Gwyn pointed to a little mark just north of where the Inn would be. “That's the village then.”

He nodded.

“So we're about here.”

“Closer, I think,” he said, studying the map.

She stared at it. The whole Kingdom lay before her. The river, which ran from the northeast to the southwest, divided the country almost in half. In the southern half, the sign of the falcon was marked in by a city nestled up against the endless forest. “Is this Earl Sutherland's city?” she asked.

“Yes.” He hesitated. “The Kingdom is divided between those two Earls and the King. He awards land to the Earls. The Earls give their lands into the care of three Lords, each in his own city. Only the four border cities have fortifications, one for each Earl and one held for the Earl by his most trusted Lord. The Lords serve the Earls, the Earls serve the King. The King's private lands lie between the two rivers that come down from the north. Those he keeps for his own revenues. The rest he gives to the Earls.”
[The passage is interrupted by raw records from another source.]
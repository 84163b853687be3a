"""The report: self-contained, harmless, the same on every run, and usable by everyone."""

from __future__ import annotations

import builtins
import hashlib
import html
import json
import os
import re
import shutil
import subprocess
import sys
import tarfile
import warnings
from html.parser import HTMLParser
from pathlib import Path
from typing import Any

import numpy as np
import pandas as pd
import pytest

import svyrates as sr
from svyrates.publish import Answer, ReportFacts, build_report

AXE = "axe-core@4.10.3"
VOID = {"meta", "br", "hr", "img", "link", "input", "path", "use", "rect", "circle", "line"}


def _answer(title: str, rates: sr.RateTable, versus: Any = None, **options: Any) -> Answer:
    others = options.pop("others", ())
    with warnings.catch_warnings():
        warnings.simplefilter("ignore", sr.SimpleFormulaWarning)
        gaps = sr.compare_rates(rates, versus, **options)
    public = sr.withhold_rates(rates)
    return Answer(title, public, sr.withhold_comparisons(gaps, public), tuple(others))


def _page(*, figures: bool = True) -> str:
    survey = sr.demo_survey(wave="2024")
    design = sr.SampleDesign(survey, weight="wt", strata="district", clusters="block")
    success = ["often", "always"]
    cold = sr.estimate_rates(design, "cold_home", success=success, by="tenure")
    adjusted = sr.adjusted_rates(
        design, "cold_home ~ tenure + age_group", by="tenure", success=success
    )
    answers = [
        _answer("Who is cold?", cold, multiplicity="holm", others=[sr.homogeneity_test(cold)]),
        _answer("Damp?", sr.estimate_rates(design, "damp", by="dwelling_type"), "park home"),
        _answer("Of the same age?", adjusted, "owner", others=[adjusted.model]),
    ]
    facts = ReportFacts(
        "Winter homes", design.summary(), "survey.csv", "ab" * 32, len(survey),
        'title = "Winter homes"\n', (("Peat?", "there is no column 'peat'"),),
    )  # fmt: skip
    return build_report(facts, answers, figures=figures)


@pytest.fixture(scope="module")
def page() -> str:
    pytest.importorskip("matplotlib")
    return _page()


class _Checker(HTMLParser):
    def __init__(self) -> None:
        super().__init__()
        self.open: list[str] = []
        self.ids: list[str] = []
        self.tags: list[str] = []
        self.links: list[str] = []
        self.text: list[str] = []

    def handle_starttag(self, tag: str, attrs: list[tuple[str, str | None]]) -> None:
        self.tags.append(tag)
        if tag not in VOID:
            self.open.append(tag)
        for name, value in attrs:
            if name == "id":
                self.ids.append(str(value))
            if name in ("href", "src", "xlink:href"):
                self.links.append(str(value))

    def handle_startendtag(self, tag: str, attrs: list[tuple[str, str | None]]) -> None:
        self.tags.append(tag)
        self.ids += [str(value) for name, value in attrs if name == "id"]
        self.links += [str(value) for name, value in attrs if name in ("href", "xlink:href")]

    def handle_endtag(self, tag: str) -> None:
        if tag not in VOID:
            assert self.open.pop() == tag

    def handle_data(self, data: str) -> None:
        self.text.append(data)


def _check(page: str) -> _Checker:
    checker = _Checker()
    checker.feed(page)
    assert checker.open == []
    return checker


def test_one_sound_self_contained_page(page: str) -> None:
    found = _check(page)
    assert len(found.ids) == len(set(found.ids))
    assert found.tags.count("h1") == 1
    assert not {"script", "iframe", "object", "link"} & set(found.tags)
    assert all(link.startswith("#") for link in found.links)
    assert {link[1:] for link in found.links} <= set(found.ids)
    assert not re.search(r"@import|url\(\s*['\"]?(?!#)", page)
    assert found.tags.count("main") == found.tags.count("nav") == 1
    text = " ".join(found.text)
    for said in (
        "Who is cold?", "The simple formula would mislead in", "Korn, E. L. & Graubard",
        "A difference between groups is not its cause", "there is no column 'peat'", "ab" * 32,
        "predictive margins", "withhold", "Series 2 No. 175", "qualified person",
    ):  # fmt: skip
        assert said in text
    assert page.count("<figure>") >= 5


def test_the_same_on_every_run(page: str) -> None:
    assert _page() == page
    code = (
        "import sys, hashlib, warnings; warnings.simplefilter('ignore');"
        "from tests.publish.test_report import _page;"
        "sys.stdout.write(hashlib.sha256(_page().encode()).hexdigest())"
    )
    root = Path(__file__).parents[2]
    run = subprocess.run(
        [sys.executable, "-c", code], cwd=root, capture_output=True, text=True, check=True
    )
    assert run.stdout == hashlib.sha256(page.encode()).hexdigest()


def test_withheld_numbers_are_not_there(page: str) -> None:
    survey = sr.demo_survey(wave="2024")
    design = sr.SampleDesign(survey, weight="wt", strata="district", clusters="block")
    rates = sr.estimate_rates(design, "damp", by="dwelling_type")
    row = [str(label[0]) for label in rates.groups].index("park home")
    assert f"{100 * rates.rate[row]:.1f}%" not in page
    assert f"{rates.n[row]:.0f}</td>" not in page
    assert f"{100 * rates.se[row]:.2f}%" not in page


def test_hostile_names_are_harmless() -> None:
    rng = np.random.default_rng(5)
    evil = [
        "<script>alert(1)</script>",
        "\x1b[31m",
        "\u202eabc",
        '"><img src=x onerror=y>',
        "x" * 300,
    ]
    data = pd.DataFrame({"<b>g</b>": rng.choice(evil, 900), "y": rng.integers(0, 2, 900)})
    design = sr.SampleDesign(data)
    rates = sr.estimate_rates(design, {"<i>y</i>": "y"}, by="<b>g</b>")
    answer = _answer("<script>alert(2)</script>", rates, multiplicity="max-t")
    facts = ReportFacts(
        "</title><script>x</script>", design.summary(), "<a>.csv", "00", 900,
        "</pre><script>", (("<u>", "<s>"),),
    )  # fmt: skip
    for figures in {False, _has_matplotlib()}:
        page = build_report(facts, [answer], figures=figures)
        found = _check(page)
        assert not {"script", "img", "i", "b", "u", "s"} & set(found.tags)
        assert "\x1b" not in page
        assert "\u202e" not in page


def _has_matplotlib() -> bool:
    try:
        import matplotlib as mpl  # noqa: F401
    except ImportError:
        return False
    return True


def test_without_matplotlib_it_says_so(monkeypatch: pytest.MonkeyPatch) -> None:
    real = builtins.__import__

    def refuse(name: str, *arguments: Any, **options: Any) -> Any:
        if name.split(".", maxsplit=1)[0] == "matplotlib":
            raise ImportError(name)
        return real(name, *arguments, **options)

    for name in [name for name in sys.modules if name.split(".")[0] == "matplotlib"]:
        monkeypatch.delitem(sys.modules, name)
    monkeypatch.setattr(builtins, "__import__", refuse)
    page = _page()
    assert "This report has no figures, because matplotlib is not installed." in page
    assert "<figure>" not in page
    assert "<figure>" not in _page(figures=False)


def _chromium() -> str:
    """The browser, or skip; under CI a missing one is a failure."""
    found = shutil.which("chromium") or shutil.which("chromium-browser")
    if found is None:
        if os.environ.get("CI"):
            pytest.fail("chromium is not installed")
        pytest.skip("chromium is not installed")
    return found


def _browse(page: Path, tmp_path: Path, *options: str) -> subprocess.CompletedProcess[str]:
    flags = [
        "--headless", "--no-sandbox", "--disable-gpu", "--disable-quic", "--no-first-run",
        "--disable-background-networking", "--disable-component-update", "--disable-sync",
        f"--user-data-dir={tmp_path / 'profile'}", "--enable-logging=stderr",
    ]  # fmt: skip
    return subprocess.run(
        [_chromium(), *flags, *options, page.as_uri()],
        capture_output=True, text=True, check=True, timeout=120,
    )  # fmt: skip


@pytest.mark.slow
def test_a_browser_has_nothing_to_complain_of(page: str, tmp_path: Path) -> None:
    file = tmp_path / "report.html"
    file.write_text(page, encoding="utf-8")
    shot = tmp_path / "report.png"
    run = _browse(file, tmp_path, f"--screenshot={shot}", "--window-size=1000,3000")
    assert "CONSOLE" not in run.stderr
    assert shot.stat().st_size > 50_000


@pytest.mark.slow
@pytest.mark.parametrize("scheme", ["light", "dark"])
def test_accessibility_rules(page: str, tmp_path: Path, scheme: str) -> None:
    """axe-core, pinned, inlined into a copy; it needs npm to be fetched."""
    npm = shutil.which("npm")
    if npm is None:
        pytest.skip("npm is not installed")
    fetched = subprocess.run(
        [npm, "pack", "--silent", AXE], cwd=tmp_path, capture_output=True, text=True, check=False
    )
    if fetched.returncode:
        pytest.skip("axe-core cannot be fetched")
    with tarfile.open(tmp_path / fetched.stdout.strip().splitlines()[-1]) as archive:
        member = archive.extractfile("package/axe.min.js")
        assert member is not None
        axe = member.read().decode()
    run = (
        "axe.run().then(r => { const p = document.createElement('pre'); p.id = 'axe';"
        "p.textContent = JSON.stringify(r.violations.map(v => [v.id, v.nodes.map(n => n.html)]));"
        "document.body.appendChild(p); });"
    )
    styled = page
    if scheme == "dark":
        styled = page.replace("@media (prefers-color-scheme: dark)", "@media all")
    file = tmp_path / "tested.html"
    body = f"<script>{axe}</script><script>{run}</script></body>"
    file.write_text(styled.replace("</body>", body), encoding="utf-8")
    dom = _browse(file, tmp_path, "--dump-dom", "--virtual-time-budget=20000").stdout
    found = re.search(r'<pre id="axe">(.*?)</pre>', dom, re.DOTALL)
    assert found is not None
    assert json.loads(html.unescape(found[1])) == []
“So the two Earls have equal strength,” Gwyn said.

“That is the way the King wants it,” the Lordling said.

“To keep the kingdom from war.”

He didn't answer.

“I would ask you a question, my Lord,” Gwyn said, thinking of the rumors from the south.

“Yes, Innkeeper's daughter?”

“If the Lords who serve the Earl grow strong—or if the Earl's house is weakened—then who keeps the Lords from war?” The two horses had the King's mark on them, the lion. This Lordling might have heard.